Keller Brenton, Draelos Mark, Tang Gao, Farsiu Sina, Kuo Anthony N, Hauser Kris, Izatt Joseph A
Department of Biomedical Engineering, Duke University, Durham, NC 27708, USA.
Department of Mechanical Engineering, Duke University, Durham, NC 27708, USA.
Biomed Opt Express. 2018 May 21;9(6):2716-2732. doi: 10.1364/BOE.9.002716. eCollection 2018 Jun 1.

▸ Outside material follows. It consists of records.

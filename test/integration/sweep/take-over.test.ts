/**
 * A run belongs to its bench. Two benches (two --bench names) on one store file:
 * after the process of bench lab-a is killed, bench lab-b's `rolloff resume` is
 * refused unless it repeats lab-a's name (--take-over-from lab-a); a wrong name
 * is refused naming the right one, and neither refusal writes anything. The
 * confirmed take-over completes the run, and its events record it.
 */
import { afterAll, describe, expect, it } from 'vitest';
import { spawnSync } from 'node:child_process';
import { join, resolve } from 'node:path';
import { killed, startCliSweep, storedRun, tempFolder, writeLowpassDesign } from './helpers';

const ROOT = resolve(__dirname, '../../..');
const BIN = join(ROOT, 'app/cli/bin.mjs');

describe('resuming another bench\'s run', () => {
  const folder = tempFolder();
  afterAll(() => folder.remove());

  it('needs the run\'s bench name repeated; a wrong one is refused naming the right one; the confirmed take-over is recorded', async () => {
    const dbPath = join(folder.path, 'runs.sqlite');
    const sweep = startCliSweep({ dbPath, designPath: writeLowpassDesign(folder.path), label: 'bench a', extra: ['--bench', 'lab-a'] });
    await sweep.pointsStored();
    await killed(sweep.child);
    const before = await storedRun(dbPath, 1);
    expect(before.run).toMatchObject({ status: 'running', benchName: 'lab-a' });

    const resume = (...extra: string[]) =>
      spawnSync(process.execPath, [BIN, 'resume', '1', '--db', dbPath, '--bench', 'lab-b', '--simulated', '--time-scale', '50', ...extra], { encoding: 'utf8', timeout: 60_000 });
    const unconfirmed = resume();
    expect(unconfirmed.status).not.toBe(0);
    expect(unconfirmed.stderr).toMatch(/run 1 belongs to bench "lab-a", not to this bench "lab-b"; it is not taken over without confirmation/);
    expect(unconfirmed.stderr).toMatch(/rolloff resume 1 --take-over-from lab-a/);
    const wrongName = resume('--take-over-from', 'lab-c');
    expect(wrongName.status).not.toBe(0);
    expect(wrongName.stderr).toMatch(/run 1 belongs to bench "lab-a", not to "lab-c"/);
    expect(wrongName.stderr).toMatch(/--take-over-from lab-a/);
    expect(await storedRun(dbPath, 1)).toEqual(before); // refused before anything was claimed or written

    const confirmed = resume('--take-over-from', 'lab-a');
    expect(confirmed.status, confirmed.stderr).toBe(0);
    const after = await storedRun(dbPath, 1);
    expect(after.run).toMatchObject({ status: 'done', benchName: 'lab-a' });
    expect(after.points.step).toEqual(after.points.step.map((_, i) => i)); // every step once
    expect(after.points.step.length).toBeGreaterThanOrEqual(after.run.plan.steps.length);
    const messages = after.events.map((e) => e.message);
    const takeOver = messages.indexOf('taken over from bench "lab-a" by bench "lab-b"');
    expect(takeOver, messages.join('\n')).toBeGreaterThan(messages.indexOf('sweep started'));
    expect(messages[takeOver + 1]).toMatch(/^resumed \(/);
  }, 120_000);
});
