/**
 * `rolloff ports` as a user on a minimal machine runs it: no udevadm on PATH
 * (containers and minimal installs lack udev). It lists what the kernel
 * exposes, says in one line what it could not learn, and never reports an
 * internal error. Expected rows: the fake tree's attributes (test/helpers/fake-sysfs.ts).
 */
import { spawnSync } from 'node:child_process';
import { chmodSync, mkdtempSync, rmSync, writeFileSync } from 'node:fs';
import { tmpdir } from 'node:os';
import { join, resolve } from 'node:path';
import { afterAll, describe, expect, it } from 'vitest';
import { portsTestTree } from '../../helpers/fake-sysfs';
import { pathWithout } from '../../helpers/required-tool';
import { parseAddress } from '../../../app/scpi/address';

const ROOT = resolve(__dirname, '../../..');
const BIN = join(ROOT, 'app/cli/bin.mjs');

function ports(env: Record<string, string>, ...args: string[]) {
  const { ROLLOFF_SYSFS_ROOT: _, ...inherited } = process.env;
  return spawnSync(process.execPath, [BIN, 'ports', ...args], { cwd: ROOT, encoding: 'utf8', timeout: 30_000, env: { ...inherited, PATH: pathWithout(['udevadm']), ...env } });
}

describe('rolloff ports without udevadm', () => {
  const sysfs = portsTestTree();
  const bin = mkdtempSync(join(tmpdir(), 'rolloff-fake-udevadm-'));
  afterAll(() => {
    sysfs.remove();
    rmSync(bin, { recursive: true, force: true });
  });

  it('prints the kernel\'s ports with USB identities and one line on what it could not learn', () => {
    const result = ports({ ROLLOFF_SYSFS_ROOT: sysfs.root });
    expect(result.stderr).toBe('');
    expect(result.status).toBe(0);
    const lines = result.stdout.trimEnd().split('\n');
    expect(lines[0]).toMatch(/^PATH\s+USB VID:PID\s+SERIAL NUMBER\s+MANUFACTURER\s+ADDRESS$/);
    // Empty cells are "—" as in every table for people.
    expect(lines.slice(1, 5).map((line) => line.split(/\s{2,}/))).toEqual([
      ['/dev/ttyACM0', '1209:0002', 'TEST-INSTRUMENT-42', '—', 'ASRL/dev/ttyACM0::INSTR'],
      ['/dev/ttyS0', '—', '—', '—', 'ASRL/dev/ttyS0::INSTR'],
      ['/dev/ttyUSB0', '1209:0001', 'TEST-ADAPTER-7', 'Invented Test Fixture', 'ASRL/dev/ttyUSB0::INSTR'],
      // USBTMC beside the serial ports, with the resource string that finds it by USB identity.
      ['/dev/usbtmc0', '1209:0003', 'TEST-TMC-9', 'Invented Test Fixture', 'USB0::0x1209::0x0003::TEST-TMC-9::INSTR'],
    ]);
    expect(lines).toHaveLength(6);
    expect(lines[5]).toMatch(/^Note: udevadm not found, so ports were read from the kernel/);
  });

  it('--json carries the same ports and the note', () => {
    const result = ports({ ROLLOFF_SYSFS_ROOT: sysfs.root }, '--json');
    expect(result.status).toBe(0);
    const listing = JSON.parse(result.stdout) as { ports: Array<{ path: string; kind: string; address: string }>; incomplete: string };
    expect(listing.ports.map((p) => p.path)).toEqual(['/dev/ttyACM0', '/dev/ttyS0', '/dev/ttyUSB0', '/dev/usbtmc0']);
    expect(listing.ports.map((p) => p.kind)).toEqual(['serial', 'serial', 'serial', 'usbtmc']);
    // Every listed address is one the address parser accepts, naming the same device.
    expect(listing.ports.map((p) => parseAddress(p.address))).toEqual([
      { kind: 'serial', serial: expect.objectContaining({ path: '/dev/ttyACM0' }) },
      { kind: 'serial', serial: expect.objectContaining({ path: '/dev/ttyS0' }) },
      { kind: 'serial', serial: expect.objectContaining({ path: '/dev/ttyUSB0' }) },
      { kind: 'usbtmc', vendorId: '1209', productId: '0003', serial: 'TEST-TMC-9' },
    ]);
    expect(listing.incomplete).toMatch(/udevadm not found/);
  });

  it('on this machine\'s own /sys it works too, never "internal error"', () => {
    const result = ports({});
    expect(result.status).toBe(0);
    expect(`${result.stdout}${result.stderr}`).not.toMatch(/internal error|ENOENT/);
    expect(result.stdout).toMatch(/^(PATH|No serial ports or USBTMC instruments found)/);
    expect(result.stdout).toMatch(/\nNote: udevadm not found/);
  });

  it('when udev\'s helper exists but fails, it falls back to the kernel and says so', () => {
    // Present on PATH but cannot start (its interpreter is missing): the serialport library's spawn fails with ENOENT.
    writeFileSync(join(bin, 'udevadm'), '#!/nonexistent/interpreter\n');
    chmodSync(join(bin, 'udevadm'), 0o755);
    const result = ports({ PATH: `${bin}:${pathWithout(['udevadm'])}` });
    expect(result.status).toBe(0);
    expect(result.stdout).not.toMatch(/internal error/);
    expect(result.stdout).toMatch(/\nNote: udev's port list failed \(spawn udevadm ENOENT\), so ports were read from the kernel only\.\n$/);
  });

  it('with no readable tree it says there are none and why', () => {
    const result = ports({ ROLLOFF_SYSFS_ROOT: join(sysfs.root, 'missing') });
    expect(result.status).toBe(0);
    expect(result.stdout).toMatch(/^No serial ports or USBTMC instruments found\./);
    expect(result.stdout).toMatch(/Note: .*could not read .*class\/tty \(ENOENT\)/);
  });
});
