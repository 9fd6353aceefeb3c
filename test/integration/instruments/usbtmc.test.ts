/**
 * USBTMC through the kernel driver's device node: resource strings resolved
 * against a fake sysfs tree laid out as the kernel lays out /sys
 * (test/helpers/fake-sysfs.ts), the node's read/write semantics through a
 * stand-in for the driver's character device (test/helpers/usbtmc-stand-in.ts)
 * with a simulated scope behind it, and the messages a user gets when the
 * instrument is missing, its node is missing, or the node is not theirs.
 * Expected replies: what the same simulated scope answers over its raw TCP
 * socket (app/sim), not values written here.
 */
import { afterAll, beforeAll, describe, expect, it } from 'vitest';
import { parseDesign } from '../../../app/circuit';
import { scaledClock } from '../../../app/bench/clock';
import { ScpiDisconnectedError, ScpiSession, ScpiTimeoutError, UsbtmcNodeMissingError, UsbtmcNotFoundError, UsbtmcPermissionError, UsbtmcTransport, parseAddress } from '../../../app/scpi';
import { BenchModel } from '../../../app/sim/bench-model';
import { CircuitUnderTest } from '../../../app/sim/circuit-under-test';
import { SimScope } from '../../../app/sim/sim-scope';
import { SIM_SOURCE_IMPEDANCE_OHM } from '../../../app/sim';
import { portsTestTree } from '../../helpers/fake-sysfs';
import { UsbtmcStandIn } from '../../helpers/usbtmc-stand-in';
import { TEST_DESIGN_JSON } from './bench-scenario';

describe('USBTMC over the kernel driver\'s device node', () => {
  const sysfs = portsTestTree();
  const clock = scaledClock(10);
  const scope = new SimScope(new BenchModel(new CircuitUnderTest(parseDesign(TEST_DESIGN_JSON, 'test design'), SIM_SOURCE_IMPEDANCE_OHM), clock, 0, 3), clock);
  const standIn = new UsbtmcStandIn(scope, { '/dev/usbtmc0': 'ok', '/dev/usbtmc1': 'no-permission' }, 400);
  const address = parseAddress('USB0::0x1209::0x0003::TEST-TMC-9::INSTR');
  let session: ScpiSession;
  let transport: UsbtmcTransport;

  beforeAll(async () => {
    if (address.kind !== 'usbtmc') throw new Error('not a USBTMC address');
    transport = new UsbtmcTransport({ ids: address, sysfsRoot: sysfs.root, openNode: standIn.open, readChunkBytes: 4096 });
    session = await ScpiSession.open(transport);
  });

  afterAll(async () => {
    await session?.close();
    sysfs.remove();
  });

  it('finds /dev/usbtmc0 from vendor, product and serial number in sysfs', () => {
    expect(transport.devicePath).toBe('/dev/usbtmc0');
  });

  it('answers *IDN? and an unknown header queues -113 (one write = one message, one read = one response)', async () => {
    expect((await session.identify()).model).toBe('simulated scope');
    await session.write('NOSUCH:HEADer');
    // SCPI-1999 vol 2 §21.8.9 (recalled): −113 "Undefined header".
    expect(await session.query('SYSTem:ERRor?')).toMatch(/^-113,"Undefined header/);
  });

  it('reads a 20,000-byte block over several reads of 4096 bytes, intact', async () => {
    await session.write('SENSe:SWEep:POINts 10000');
    await session.write('INITiate');
    await session.operationComplete({ timeoutS: 5 });
    const before = standIn.readCalls;
    const block = await session.queryBlock('TRACe:DATA? CH1');
    expect(block.length).toBe(20_000);
    expect(standIn.readCalls - before).toBeGreaterThanOrEqual(5);
    // The scope's own scaling reply says how many points it holds (TRACe:SCALing? first field).
    expect(Number((await session.query('TRACe:SCALing? CH1')).split(',')[0])).toBe(10_000);
  });

  it('a response that never comes: the driver\'s ETIMEDOUT is a timeout, and the link still works after', async () => {
    standIn.faults.set({ kind: 'no-reply' });
    await expect(session.query('*IDN?', { timeoutS: 3 })).rejects.toBeInstanceOf(ScpiTimeoutError);
    standIn.faults.set(undefined);
    expect((await session.identify()).model).toBe('simulated scope');
  });

  it('an unknown serial number names the instruments the driver has, with their resource strings', async () => {
    const other = new UsbtmcTransport({ ids: { vendorId: '1209', productId: '0003', serial: 'NOT-THERE' }, sysfsRoot: sysfs.root, openNode: standIn.open });
    const error = await other.open().catch((e: unknown) => e);
    expect(error).toBeInstanceOf(UsbtmcNotFoundError);
    expect((error as Error).message).toMatch(/USB0::0x1209::0x0003::NOT-THERE::INSTR.*USB0::0x1209::0x0003::TEST-TMC-9::INSTR \(\/dev\/usbtmc0\)/);
  });

  it('a node this user may not open: the message gives the udev rule and the group', async () => {
    const other = new UsbtmcTransport({ devicePath: '/dev/usbtmc1', openNode: standIn.open });
    const error = (await other.open().catch((e: unknown) => e)) as UsbtmcPermissionError;
    expect(error).toBeInstanceOf(UsbtmcPermissionError);
    expect(error.message).toMatch(/permission denied opening \/dev\/usbtmc1/);
    expect(error.hint).toContain('SUBSYSTEM=="usbmisc", KERNEL=="usbtmc[0-9]*"');
    expect(error.hint).toMatch(/GROUP="plugdev", MODE="0660"/);
    expect(error.hint).toMatch(/usermod -aG plugdev/);
    // With the ids known, the rule names this instrument only (udev(7) ATTRS match on the parent USB device).
    const byIds = new UsbtmcPermissionError('/dev/usbtmc1', { vendorId: '1209', productId: '0003' });
    expect(byIds.udevRule).toBe('SUBSYSTEM=="usbmisc", KERNEL=="usbtmc[0-9]*", ATTRS{idVendor}=="1209", ATTRS{idProduct}=="0003", GROUP="plugdev", MODE="0660"');
  });

  it('a node that does not exist (the real file system): says so and how the node is made', async () => {
    const missing = new UsbtmcTransport({ devicePath: `${sysfs.root}/dev/usbtmc7` });
    const error = await missing.open().catch((e: unknown) => e);
    expect(error).toBeInstanceOf(UsbtmcNodeMissingError);
  });

  it('unplugged: the query in flight fails as a disconnect and the link is closed', async () => {
    standIn.faults.set({ kind: 'hang' });
    const pending = session.query('*IDN?', { timeoutS: 3 });
    await new Promise((resolve) => setTimeout(resolve, 50));
    standIn.unplug();
    await expect(pending).rejects.toBeInstanceOf(ScpiDisconnectedError);
    expect(session.isOpen).toBe(false);
    standIn.faults.set(undefined);
  });
});
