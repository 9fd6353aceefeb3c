/**
 * A schedule repeats a sweep of one build at a fixed interval (bench time,
 * scaled on the simulated bench) and reports the drift of the figures; each
 * repetition is an ordinary stored run tied to the schedule.
 */
import { afterAll, describe, expect, it } from 'vitest';
import { join } from 'node:path';
import { openServiceAt } from '../../../app/service/open-service';
import { makeDesignFromTemplate } from '../../../app/circuit/templates';
import { SqliteStore } from '../../../app/store';
import { sweepRequest, tempFolder } from './helpers';

describe('schedules', () => {
  const folder = tempFolder();
  afterAll(() => folder.remove());

  it('runs N repetitions at the interval and summarises drift over them', async () => {
    // 60 bench seconds per wall second: a 1-minute interval takes 1 s.
    const service = await openServiceAt(join(folder.path, 'sched.sqlite'), { maxStimulusVpp: 1, simulatedBench: { timeScale: 60 } });
    try {
      const design = await service.saveDesign(makeDesignFromTemplate('inverting-lowpass', {}));
      const buildId = (await service.createBuild({ designId: design.id, label: 'overnight', notes: '', actualValues: {} })).id;
      await service.startSimulatedBenchForBuild(buildId);
      const startedAt: number[] = [];
      const report = await service.runSchedule({ request: sweepRequest(buildId, { from: 100, to: 10e3, pointsPerDecade: 3, refine: false }), everyMinutes: 1, count: 3 }, (_run, _index, slotS) => startedAt.push(slotS));
      expect(report.runs.map((r) => r.status)).toEqual(['done', 'done', 'done']);
      // Read back from the file itself (a second, read-only connection): the service keeps its store to itself.
      const stored = SqliteStore.open(join(folder.path, 'sched.sqlite'), { readonly: true });
      try {
        for (const run of report.runs) expect((await stored.getRun(run.runId)).scheduleId).toBe(report.scheduleId);
      } finally {
        await stored.close();
      }
      // Slots one interval (60 bench seconds) apart: not early (beyond timer rounding); late only by timer slack. CI runs this
      // beside Chromium on two cores, so allow up to ~0.8 s of wall time (50 bench seconds) — still far from a wrong unit
      // (seconds for minutes) or a doubled interval.
      for (const gap of [startedAt[1] - startedAt[0], startedAt[2] - startedAt[1]]) {
        expect(gap).toBeGreaterThanOrEqual(59.9); // timers round to whole ms: ≤ 1 ms wall = 0.06 bench s
        expect(gap).toBeLessThan(110);
      }
      const corner = report.drift.find((d) => d.figure === 'minus3dbHz')!;
      expect(corner.values).toHaveLength(3);
      expect(corner.spread!).toBeGreaterThanOrEqual(0);
      // The same simulated circuit each time: the −3 dB point may move only by noise, far below 0.5 %.
      expect(corner.spread! / corner.first!).toBeLessThan(0.005);
      await expect(service.runSchedule({ request: sweepRequest(buildId), everyMinutes: 0, count: 2 })).rejects.toThrow(/not a positive interval/);
      await expect(service.runSchedule({ request: sweepRequest(buildId), everyMinutes: 5 })).rejects.toThrow(/number of runs or an end time/);
    } finally {
      await service.close();
    }
  });
});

Ophthalmic procedures demand precise surgical instrument control in depth, yet standard operating microscopes supply limited depth perception. Current commercial microscope-integrated optical coherence tomography partially meets this need with manually-positioned cross-sectional images that offer qualitative estimates of depth. In this work, we present methods for automatic quantitative depth measurement using real-time, two-surface corneal segmentation and needle tracking in OCT volumes. We then demonstrate these methods for guidance of deep anterior lamellar keratoplasty (DALK) needle insertions. Surgeons using the output of these methods improved their ability to reach a target depth, and decreased their incidence of corneal perforations, both with statistical significance. We believe these methods could increase the success rate of DALK and thereby improve patient outcomes.
眼科手术需要在深度上精确控制手术器械,但标准手术显微镜提供的深度感知有限。目前的商用显微镜集成光学相干断层扫描通过手动定位的横截面图像部分满足了这一需求,这些图像提供了深度的定性估计。在这项工作中,我们提出了使用实时双表面角膜分割和OCT体积中的针跟踪进行自动定量深度测量的方法。然后,我们展示了这些方法用于指导深层前板层角膜移植术(DALK)针插入。使用这些方法输出的外科医生提高了到达目标深度的能力,并降低了角膜穿孔的发生率,两者均具有统计学意义。我们相信这些方法可以提高DALK的成功率,从而改善患者的治疗效果。